- Opening Delimiter -
// Static render of the layer-stack builder: the figures shown are calc's, the section has a band per layer.
import { renderToStaticMarkup } from "react-dom/server";
import { describe, expect, it } from "vitest";
import { computeAssembly, type AssemblyDef } from "@/calc/assemblies";
import { builtInAssemblies } from "@/calc/built-in-assemblies";
import { toSI } from "@/calc/units";
import { AssemblyLibrary, LayerSection, LayerStackEditor } from "@/components/assessment/layer-stack";

const noop = () => {};
const builtIn = (key: string) => builtInAssemblies.find((a) => a.key === key)!;
const render = (value: AssemblyDef, units: "ip" | "si" = "ip") => renderToStaticMarkup(<LayerStackEditor value={value} onChange={noop} units={units} />);
const attr = (html: string, re: RegExp) => [...html.matchAll(re)].map((m) => m[1]);
const shownU = (html: string, method: string) => new RegExp(`data-testid="u-${method}">([^<]*)<`).exec(html)?.[1];
const svgOf = (html: string) => /<svg[^>]*role="img"[\s\S]*?<\/svg>/.exec(html)?.[0] ?? "";
const unescape = (s: string) => s.replace(/&quot;/g, '"').replace(/&amp;/g, "&").replace(/&#x27;/g, "'");

describe("LayerStackEditor on a built-in wall", () => {
  for (const key of ["wall-1920s-2x4-half-filled", "wall-2x4-r13", "wall-steel-2x4-r13"]) {
    it(`${key}: U by both methods equals computeAssembly's`, () => {
      const def = builtIn(key);
      const r = computeAssembly(def);
      const html = render(def);
      expect(Number(attr(html, /data-method="parallel-path" data-u-ip="([^"]+)"/g)[0])).toBe(r.parallelPath.uFactorIP);
      expect(Number(attr(html, /data-method="isothermal-planes" data-u-ip="([^"]+)"/g)[0])).toBe(r.isothermalPlanes.uFactorIP);
      expect(shownU(html, "parallel-path")).toBe(r.parallelPath.uFactorIP.toFixed(3));
      expect(shownU(html, "isothermal-planes")).toBe(r.isothermalPlanes.uFactorIP.toFixed(3));
      // R of each path through the framing, as calc gives it
      expect(attr(html, /data-r-ip="([^"]+)"/g).map(Number)).toEqual(r.framing!.paths.map((p) => p.totalRIP));
    });
  }

  it("marks the construction's default method and the one used", () => {
    const html = render(builtIn("wall-2x4-r13"));
    const card = (m: string) => new RegExp(`data-method="${m}"[\\s\\S]*?</div></div>`).exec(html)?.[0] ?? "";
    expect(card("parallel-path")).toContain("Default for wood-frame");
    expect(card("parallel-path")).toContain("Used in results");
    expect(card("isothermal-planes")).not.toContain("Default for");
    const steel = render(builtIn("wall-steel-2x4-r13"));
    expect(/data-method="isothermal-planes"[\s\S]*?Default for steel-frame/.test(steel)).toBe(true);
  });

  it("shows U in W/m²·K through calc's toSI when units are SI", () => {
    const def = builtIn("wall-1920s-2x4-empty");
    const r = computeAssembly(def);
    const html = render(def, "si");
    expect(shownU(html, "parallel-path")).toBe(toSI.uFactor(r.parallelPath.uFactorIP).toFixed(3));
    expect(shownU(html, "isothermal-planes")).toBe(toSI.uFactor(r.isothermalPlanes.uFactorIP).toFixed(3));
    expect(html).toContain("W/m²·K");
  });

  it("draws one band per layer, in order, with an accessible description", () => {
    const def = builtIn("wall-1920s-2x4-half-filled");
    const svg = svgOf(render(def));
    expect(attr(svg, /data-band="(\d+)"/g)).toEqual(def.layers.map((_, i) => String(i)));
    expect(attr(svg, /data-kind="([a-z]+)"/g)).toEqual(["film", "siding", "board", "framed", "board", "film"]);
    const label = unescape(/aria-label="([^"]+)"/.exec(svg)![1]);
    expect(label).toMatch(/^Section of 1920s wall.*6 layers from outside \(left\) to inside \(right\): 1, Outside air film, 15 mph wind \(winter\); 2, Wood bevel siding.*; 4, 2×4 wood framing at 16 in. o.c., Glass-fibre batt R-11, 3½ in., filling 50 % of the cavity; /);
    expect(svg).toContain('data-part="fill"');
  });

  it("gives the layer controls names that say which layer and which way", () => {
    const html = render(builtIn("wall-2x4-r13"));
    expect(html).toContain('aria-label="Move layer 3 (OSB ⁷⁄₁₆ in. (dataset waferboard)) toward the inside"');
    expect(html).toContain('aria-label="Remove layer 1 (Outside air film, 15 mph wind (winter))"');
    expect(html).toContain("Layers, outside to inside");
  });

  it("has no controls when read-only", () => {
    const html = renderToStaticMarkup(<LayerStackEditor value={builtIn("wall-2x4-r13")} onChange={noop} readOnly />);
    expect(html).not.toContain("Remove layer");
    expect(html).not.toContain("Add layer");
  });
});

describe("LayerStackEditor never crashes and puts reasons beside fields", () => {
  const wall = builtIn("wall-1920s-2x4-empty");
  const withFramed = (patch: object): AssemblyDef => ({ ...wall, layers: wall.layers.map((l) => ("framed" in l ? { framed: { ...l.framed, ...patch } } : l)) });

  it("warns, without refusing, on a framing fraction of 0.45", () => {
    const html = render(withFramed({ framingFraction: 0.45 }));
    expect(html).toContain("0.45 is above 0.4");
    expect(html).toContain('data-testid="u-parallel-path"');
  });

  it("puts the schema's reason beside a bad thickness and calc's beside a missing one", () => {
    const bad: AssemblyDef = { ...wall, layers: [...wall.layers.slice(0, -1), { materialKey: "xps-per-inch", thicknessIn: -1 }, wall.layers.at(-1)!] };
    expect(render(bad)).toContain("Thickness must be greater than 0");
    const missing: AssemblyDef = { ...wall, layers: [{ materialKey: "xps-per-inch" }, ...wall.layers] };
    const html = render(missing);
    expect(html).toContain("is rated per inch: give its thickness in inches");
    expect(html).not.toContain('data-testid="u-parallel-path"');
  });

  it("renders odd input: no layers, unknown materials, a custom member without depth, two framed layers", () => {
    const odd: AssemblyDef[] = [
      { ...wall, layers: [] },
      { ...wall, layers: [{ materialKey: "no-such-thing" }] },
      withFramed({ member: "custom" }),
      { ...wall, layers: [...wall.layers, { framed: { member: "2x6", cavityFill: "nope" } }] },
      { key: "", name: "", kind: "roof" as never, construction: "adobe" as never, layers: null as never },
    ];
    for (const def of odd) expect(() => render(def)).not.toThrow();
    expect(render(odd[2])).toContain("a custom framing member needs its depth in inches".replace(/^a/, "A"));
    expect(render(odd[1])).toContain("Unknown material");
  });
});

describe("LayerSection and AssemblyLibrary", () => {
  it("LayerSection alone is an image with a band per layer", () => {
    const def = builtIn("ceiling-attic-2x6-r38");
    const svg = renderToStaticMarkup(<LayerSection value={def} />);
    expect(svg).toContain('role="img"');
    expect(attr(svg, /data-band="(\d+)"/g)).toHaveLength(def.layers.length);
  });

  it("lists built-ins with Clone to edit and the company's own without it", () => {
    const company: AssemblyDef[] = [{ ...builtIn("wall-2x4-r13"), key: "kb-wall", name: "Kestrel Bay north wall" }];
    const html = renderToStaticMarkup(<AssemblyLibrary builtIns={builtInAssemblies} company={company} onPick={noop} onClone={noop} />);
    expect(attr(html, /data-assembly="([^"]+)"/g)).toEqual(["kb-wall", ...builtInAssemblies.map((a) => a.key)]);
    expect(html.match(/>Clone to edit</g)).toHaveLength(builtInAssemblies.length);
    expect(html).toContain("Kestrel Bay north wall");
  });
});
- Closing Delimiter -
EXERCISE PROMPT
In exact wording, restate the lines of the data above from the first through the one holding "const shownU = (html: string, method: string)", and stop after that line.

EXERCISE SOLUTION
// Static render of the layer-stack builder: the figures shown are calc's, the section has a band per layer.
import { renderToStaticMarkup } from "react-dom/server";
import { describe, expect, it } from "vitest";
import { computeAssembly, type AssemblyDef } from "@/calc/assemblies";
import { builtInAssemblies } from "@/calc/built-in-assemblies";
import { toSI } from "@/calc/units";
import { AssemblyLibrary, LayerSection, LayerStackEditor } from "@/components/assessment/layer-stack";

const noop = () => {};
const builtIn = (key: string) => builtInAssemblies.find((a) => a.key === key)!;
const render = (value: AssemblyDef, units: "ip" | "si" = "ip") => renderToStaticMarkup(<LayerStackEditor value={value} onChange={noop} units={units} />);
const attr = (html: string, re: RegExp) => [...html.matchAll(re)].map((m) => m[1]);
const shownU = (html: string, method: string) => new RegExp(`data-testid="u-${method}">([^<]*)<`).exec(html)?.[1];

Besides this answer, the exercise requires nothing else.